#### [What the task requires]
Look below for the line that contains "filename mapstore/journal/doc.go", then copy it and each following line exactly, through and including the line that contains "compare-and-append: it takes".

#### [Information provided]
-- Opening Marker --

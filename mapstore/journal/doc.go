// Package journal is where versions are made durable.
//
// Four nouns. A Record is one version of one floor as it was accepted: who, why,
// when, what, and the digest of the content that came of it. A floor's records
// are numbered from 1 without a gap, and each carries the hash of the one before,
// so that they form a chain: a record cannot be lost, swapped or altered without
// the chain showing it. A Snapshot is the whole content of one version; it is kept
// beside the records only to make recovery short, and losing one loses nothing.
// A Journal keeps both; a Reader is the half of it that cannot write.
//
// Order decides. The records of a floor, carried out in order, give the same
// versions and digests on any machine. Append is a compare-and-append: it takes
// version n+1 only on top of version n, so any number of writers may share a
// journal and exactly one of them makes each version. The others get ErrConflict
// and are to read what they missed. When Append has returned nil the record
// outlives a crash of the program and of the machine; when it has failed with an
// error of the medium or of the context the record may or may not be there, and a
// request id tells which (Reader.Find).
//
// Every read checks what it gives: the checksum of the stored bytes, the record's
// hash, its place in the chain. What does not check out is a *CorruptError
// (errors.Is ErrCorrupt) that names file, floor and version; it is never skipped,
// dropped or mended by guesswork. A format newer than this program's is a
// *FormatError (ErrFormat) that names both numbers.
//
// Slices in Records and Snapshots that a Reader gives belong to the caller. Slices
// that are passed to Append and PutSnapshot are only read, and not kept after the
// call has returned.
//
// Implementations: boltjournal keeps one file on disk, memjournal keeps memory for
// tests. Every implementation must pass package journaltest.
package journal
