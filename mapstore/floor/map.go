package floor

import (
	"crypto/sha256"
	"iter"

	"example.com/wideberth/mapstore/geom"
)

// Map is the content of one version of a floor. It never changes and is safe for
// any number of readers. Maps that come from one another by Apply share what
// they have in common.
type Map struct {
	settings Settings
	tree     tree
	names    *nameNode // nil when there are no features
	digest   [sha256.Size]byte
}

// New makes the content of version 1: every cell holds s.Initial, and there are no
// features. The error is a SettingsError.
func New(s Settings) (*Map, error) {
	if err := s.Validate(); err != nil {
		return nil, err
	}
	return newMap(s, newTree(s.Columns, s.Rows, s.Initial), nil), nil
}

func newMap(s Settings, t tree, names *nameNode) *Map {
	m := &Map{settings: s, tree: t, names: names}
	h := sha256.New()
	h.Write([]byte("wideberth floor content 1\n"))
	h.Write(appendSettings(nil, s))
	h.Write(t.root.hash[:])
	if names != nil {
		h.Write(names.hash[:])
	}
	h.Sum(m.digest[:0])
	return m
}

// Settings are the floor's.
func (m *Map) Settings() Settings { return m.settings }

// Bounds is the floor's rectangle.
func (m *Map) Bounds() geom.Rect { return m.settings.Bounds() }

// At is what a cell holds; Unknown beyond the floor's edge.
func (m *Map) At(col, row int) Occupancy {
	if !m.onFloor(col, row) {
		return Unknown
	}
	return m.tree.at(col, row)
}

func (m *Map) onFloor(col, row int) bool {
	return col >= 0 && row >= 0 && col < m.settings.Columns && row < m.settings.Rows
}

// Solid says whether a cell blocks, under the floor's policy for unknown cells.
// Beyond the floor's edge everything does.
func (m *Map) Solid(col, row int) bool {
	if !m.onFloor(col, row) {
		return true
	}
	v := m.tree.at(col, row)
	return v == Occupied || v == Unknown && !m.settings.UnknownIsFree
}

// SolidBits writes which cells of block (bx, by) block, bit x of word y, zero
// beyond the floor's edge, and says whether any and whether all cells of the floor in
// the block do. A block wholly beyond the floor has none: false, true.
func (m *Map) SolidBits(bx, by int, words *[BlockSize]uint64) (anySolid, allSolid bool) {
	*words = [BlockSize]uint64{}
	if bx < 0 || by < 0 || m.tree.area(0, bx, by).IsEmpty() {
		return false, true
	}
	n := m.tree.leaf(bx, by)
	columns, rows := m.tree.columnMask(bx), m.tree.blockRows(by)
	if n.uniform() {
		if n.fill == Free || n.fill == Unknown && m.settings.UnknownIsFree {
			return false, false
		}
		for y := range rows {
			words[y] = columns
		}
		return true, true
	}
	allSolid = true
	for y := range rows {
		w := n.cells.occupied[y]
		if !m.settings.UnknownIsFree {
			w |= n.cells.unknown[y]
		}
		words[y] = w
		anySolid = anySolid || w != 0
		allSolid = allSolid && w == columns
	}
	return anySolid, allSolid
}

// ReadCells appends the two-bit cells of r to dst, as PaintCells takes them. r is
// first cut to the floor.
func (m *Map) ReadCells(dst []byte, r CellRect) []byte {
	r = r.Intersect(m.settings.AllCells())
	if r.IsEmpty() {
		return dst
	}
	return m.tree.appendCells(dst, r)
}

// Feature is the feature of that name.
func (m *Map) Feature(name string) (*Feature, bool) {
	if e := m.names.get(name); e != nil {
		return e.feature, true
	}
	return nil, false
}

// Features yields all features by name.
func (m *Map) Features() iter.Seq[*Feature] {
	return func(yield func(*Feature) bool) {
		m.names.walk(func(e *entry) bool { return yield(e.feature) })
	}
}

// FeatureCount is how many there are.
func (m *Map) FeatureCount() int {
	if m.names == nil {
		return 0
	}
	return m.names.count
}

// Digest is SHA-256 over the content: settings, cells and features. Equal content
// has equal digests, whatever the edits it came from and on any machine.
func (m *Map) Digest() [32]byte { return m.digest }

-- Closing Marker --
-- Opening Marker --

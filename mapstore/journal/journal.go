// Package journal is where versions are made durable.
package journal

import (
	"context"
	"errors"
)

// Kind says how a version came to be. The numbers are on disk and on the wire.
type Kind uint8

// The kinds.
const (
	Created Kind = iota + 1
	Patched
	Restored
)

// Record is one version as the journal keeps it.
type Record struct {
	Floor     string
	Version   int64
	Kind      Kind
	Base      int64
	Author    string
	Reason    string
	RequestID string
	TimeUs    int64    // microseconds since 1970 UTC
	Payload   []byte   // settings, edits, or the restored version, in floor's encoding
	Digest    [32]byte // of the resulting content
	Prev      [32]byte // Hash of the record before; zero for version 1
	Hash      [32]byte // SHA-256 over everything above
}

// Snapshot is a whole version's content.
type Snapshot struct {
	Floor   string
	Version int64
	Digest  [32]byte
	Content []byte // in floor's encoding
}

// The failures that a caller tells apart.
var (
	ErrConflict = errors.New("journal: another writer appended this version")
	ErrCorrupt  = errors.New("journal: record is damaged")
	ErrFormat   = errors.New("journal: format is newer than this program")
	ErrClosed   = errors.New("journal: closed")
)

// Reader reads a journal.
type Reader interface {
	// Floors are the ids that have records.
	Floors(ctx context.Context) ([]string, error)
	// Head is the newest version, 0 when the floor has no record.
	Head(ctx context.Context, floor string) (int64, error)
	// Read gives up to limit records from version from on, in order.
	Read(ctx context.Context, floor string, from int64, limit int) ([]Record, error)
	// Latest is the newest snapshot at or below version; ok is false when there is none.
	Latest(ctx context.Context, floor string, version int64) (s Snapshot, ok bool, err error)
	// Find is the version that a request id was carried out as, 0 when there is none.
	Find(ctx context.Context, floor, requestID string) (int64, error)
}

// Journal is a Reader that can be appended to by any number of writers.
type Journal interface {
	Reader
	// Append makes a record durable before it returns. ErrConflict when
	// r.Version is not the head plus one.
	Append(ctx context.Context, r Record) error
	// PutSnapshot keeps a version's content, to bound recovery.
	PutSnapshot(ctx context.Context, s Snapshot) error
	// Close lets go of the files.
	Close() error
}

-- Closing Marker --
-- Opening Marker --

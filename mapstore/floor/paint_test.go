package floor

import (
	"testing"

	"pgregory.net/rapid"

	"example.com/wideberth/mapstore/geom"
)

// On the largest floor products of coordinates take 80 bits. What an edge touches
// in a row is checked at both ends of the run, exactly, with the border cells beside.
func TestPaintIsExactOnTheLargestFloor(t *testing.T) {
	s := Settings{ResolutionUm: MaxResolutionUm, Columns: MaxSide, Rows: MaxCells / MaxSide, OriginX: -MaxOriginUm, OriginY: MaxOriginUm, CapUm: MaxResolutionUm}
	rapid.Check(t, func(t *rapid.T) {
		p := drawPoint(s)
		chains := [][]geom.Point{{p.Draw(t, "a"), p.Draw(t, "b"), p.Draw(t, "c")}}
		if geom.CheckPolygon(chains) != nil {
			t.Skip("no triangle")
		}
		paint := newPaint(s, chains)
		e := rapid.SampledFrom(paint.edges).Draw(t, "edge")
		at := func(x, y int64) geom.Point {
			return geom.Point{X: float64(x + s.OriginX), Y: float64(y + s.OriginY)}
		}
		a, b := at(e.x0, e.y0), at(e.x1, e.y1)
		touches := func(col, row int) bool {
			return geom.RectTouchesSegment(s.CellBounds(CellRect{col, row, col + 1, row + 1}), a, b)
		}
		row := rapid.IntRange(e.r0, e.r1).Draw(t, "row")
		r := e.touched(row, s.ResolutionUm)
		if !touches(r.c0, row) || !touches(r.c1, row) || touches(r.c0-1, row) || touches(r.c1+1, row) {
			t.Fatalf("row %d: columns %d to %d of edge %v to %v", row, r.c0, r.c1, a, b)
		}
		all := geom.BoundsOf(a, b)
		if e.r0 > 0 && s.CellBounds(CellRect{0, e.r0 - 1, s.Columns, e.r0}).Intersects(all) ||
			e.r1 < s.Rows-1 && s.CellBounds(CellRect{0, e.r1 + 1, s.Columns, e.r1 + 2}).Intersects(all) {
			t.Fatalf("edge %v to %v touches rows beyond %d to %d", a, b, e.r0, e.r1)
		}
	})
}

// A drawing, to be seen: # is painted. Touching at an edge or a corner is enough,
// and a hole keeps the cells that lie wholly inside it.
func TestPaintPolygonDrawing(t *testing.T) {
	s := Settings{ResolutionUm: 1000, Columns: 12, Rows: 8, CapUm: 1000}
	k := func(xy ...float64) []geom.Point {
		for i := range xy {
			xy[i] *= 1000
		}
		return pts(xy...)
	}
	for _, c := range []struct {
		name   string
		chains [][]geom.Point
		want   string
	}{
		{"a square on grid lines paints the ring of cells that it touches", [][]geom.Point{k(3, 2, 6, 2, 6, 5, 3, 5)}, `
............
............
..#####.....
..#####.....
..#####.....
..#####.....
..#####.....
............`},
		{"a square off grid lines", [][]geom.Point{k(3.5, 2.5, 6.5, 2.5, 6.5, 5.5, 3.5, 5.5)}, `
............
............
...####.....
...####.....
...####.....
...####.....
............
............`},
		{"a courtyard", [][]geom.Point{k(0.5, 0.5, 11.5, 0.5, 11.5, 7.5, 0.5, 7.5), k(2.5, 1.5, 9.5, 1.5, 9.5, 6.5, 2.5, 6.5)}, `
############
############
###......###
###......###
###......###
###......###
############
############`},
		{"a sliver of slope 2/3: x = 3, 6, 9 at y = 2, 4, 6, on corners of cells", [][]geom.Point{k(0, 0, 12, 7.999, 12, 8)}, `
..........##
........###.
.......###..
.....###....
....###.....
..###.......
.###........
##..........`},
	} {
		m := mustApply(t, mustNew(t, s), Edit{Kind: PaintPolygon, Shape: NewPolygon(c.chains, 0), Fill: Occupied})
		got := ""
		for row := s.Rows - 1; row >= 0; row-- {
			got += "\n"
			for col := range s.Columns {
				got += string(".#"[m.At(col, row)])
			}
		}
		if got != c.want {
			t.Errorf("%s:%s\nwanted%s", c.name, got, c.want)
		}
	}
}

-- Closing Marker --

#### [Task output]
filename mapstore/journal/doc.go
// Package journal is where versions are made durable.
//
// Four nouns. A Record is one version of one floor as it was accepted: who, why,
// when, what, and the digest of the content that came of it. A floor's records
// are numbered from 1 without a gap, and each carries the hash of the one before,
// so that they form a chain: a record cannot be lost, swapped or altered without
// the chain showing it. A Snapshot is the whole content of one version; it is kept
// beside the records only to make recovery short, and losing one loses nothing.
// A Journal keeps both; a Reader is the half of it that cannot write.
//
// Order decides. The records of a floor, carried out in order, give the same
// versions and digests on any machine. Append is a compare-and-append: it takes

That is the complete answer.